# Premium Drivers | Now You Can Accept Regular Trips, Acceptance Rate Not Affected



## Goldthorn (Jun 30, 2017)

Via text:

Opted for Premium requests only? You still get standard Lyft requests where you can earn extra money. Don't worry, skipping these won't affect acceptance rates.


----------



## Chauffeur_James (Dec 12, 2014)

Goldthorn said:


> Via text:
> 
> Opted for Premium requests only? You still get standard Lyft requests where you can earn extra money. Don't worry, skipping these won't affect acceptance rates.

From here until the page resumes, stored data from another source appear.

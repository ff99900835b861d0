/** Whether every word that was typed stands in one of the texts; small and capital letters are alike. */
export function matchesAll(texts: readonly (string | null)[], typed: string): boolean {
  const all = texts.map((text) => (text ?? '').toLowerCase());
  return typed
    .toLowerCase()
    .split(/\s+/)
    .filter(Boolean)
    .every((word) => all.some((text) => text.includes(word)));
}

Got that too, I have base turned off for a reason. Why would I want those pax holes in my car?!


----------



## Goldthorn (Jun 30, 2017)

Exactly



Chauffeur_James said:


> Got that too, I have base turned off for a reason. Why would I want those pax holes in my car?!


----------



## Adieu (Feb 21, 2016)

Opt-in or automatic?

Daaaaangit though this favoritism is obnoxious because for some reason it doesn't extend to Plus.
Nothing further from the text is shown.